**Exercise description:**
For the data below, give again exactly the lines from the one containing "savedShape: ModelShape |" through the one containing "undefined || beta", both ends included, and no others.

**Data records:**
import {
  analysisRequestSchema,
  modelDependentIssues,
  type AnalysisRequest,
  type MethodParams,
  type ModelShape,
} from "@shared/schemas/analysis";
import { plainSentence } from "@shared/validation-messages";
import type { MethodRow, WorkbenchInputs } from "./inputs";
import { methodEntry } from "./method-fields";

/** Errors keyed like the API's `fields`: "targetContext", "bands.beta", "methods.1.factor", "model.headDim". */
export type FieldErrors = Record<string, string>;

const toNumber = (raw: string) => (raw.trim() === "" ? undefined : Number(raw.replace(/[\s_]/g, "")));
const toList = (raw: string) =>
  raw.trim() === ""
    ? undefined
    : raw
        .split(/[\s,;]+/)
        .filter(Boolean)
        .map(Number);

function methodBody(row: MethodRow): Record<string, unknown> {
  const body: Record<string, unknown> = { method: row.method };
  for (const field of methodEntry(row.method).fields) {
    const raw = row.params[field.key] ?? "";
    const value =
      field.kind === "list"
        ? toList(raw)
        : field.kind === "boolean"
          ? raw === ""
            ? undefined
            : raw === "true"
          : toNumber(raw);
    if (value !== undefined) body[field.key] = value;
  }
  return body;
}

/**
 * The POST /api/analyses body for the inputs, checked with the shared contract. For a saved profile the rules that
 * need the model (target above the trained length, list lengths) run here too, on the profile's shape.
 */
export function toRequest(
  inputs: WorkbenchInputs,
  savedShape: ModelShape | null,
): { request: AnalysisRequest | null; errors: FieldErrors } {
  const m = inputs.model;
  // A layer group other than the scaled one is sent as its own shape (its base and rotary dimension); the stored
  // profile's top level is the scaled group's.
  const model =
    m.kind === "saved" && m.group && savedShape
      ? savedShape
      : m.kind === "saved"
        ? { modelId: m.id ?? undefined }
        : {
            headDim: toNumber(m.headDim),
            ropeTheta: toNumber(m.ropeTheta),
            trainedContext: toNumber(m.trainedContext),
            ...(m.partialRotaryFactor.trim() ? { partialRotaryFactor: toNumber(m.partialRotaryFactor) } : {}),
          };
  const alpha = toNumber(inputs.alpha),
    beta = toNumber(inputs.beta);
  const body = {
    model,
    targetContext: toNumber(inputs.target),
    ...(alpha !== undefined || beta !== undefined ? { bands: { alpha: alpha ?? 1, beta: beta ?? 32 } } : {}),
    methods: inputs.methods.map(methodBody),
  };
  const parsed = analysisRequestSchema.safeParse(body);
  const errors: FieldErrors = {};
  if (!parsed.success) {
    for (const issue of parsed.error.issues) {
      const key = issue.path.join(".") || "(body)";
      errors[key] ??= plainSentence(issue.path, issue.message);
    }
    if (m.kind === "saved" && m.id === null) errors.model = "Pick a model profile.";
    return { request: null, errors };
  }
  if (savedShape) {
    for (const issue of modelDependentIssues(
      savedShape,
      parsed.data.targetContext,
      parsed.data.methods as MethodParams[],
    )) {
      errors[issue.path.join(".")] ??= plainSentence(issue.path, issue.message);
    }
    if (Object.keys(errors).length) return { request: null, errors };
  }
  return { request: parsed.data, errors };
}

**Answer for the task:**
  savedShape: ModelShape | null,
): { request: AnalysisRequest | null; errors: FieldErrors } {
  const m = inputs.model;
  // A layer group other than the scaled one is sent as its own shape (its base and rotary dimension); the stored
  // profile's top level is the scaled group's.
  const model =
    m.kind === "saved" && m.group && savedShape
      ? savedShape
      : m.kind === "saved"
        ? { modelId: m.id ?? undefined }
        : {
            headDim: toNumber(m.headDim),
            ropeTheta: toNumber(m.ropeTheta),
            trainedContext: toNumber(m.trainedContext),
            ...(m.partialRotaryFactor.trim() ? { partialRotaryFactor: toNumber(m.partialRotaryFactor) } : {}),
          };
  const alpha = toNumber(inputs.alpha),
    beta = toNumber(inputs.beta);
  const body = {
    model,
    targetContext: toNumber(inputs.target),
    ...(alpha !== undefined || beta !== undefined ? { bands: { alpha: alpha ?? 1, beta: beta ?? 32 } } : {}),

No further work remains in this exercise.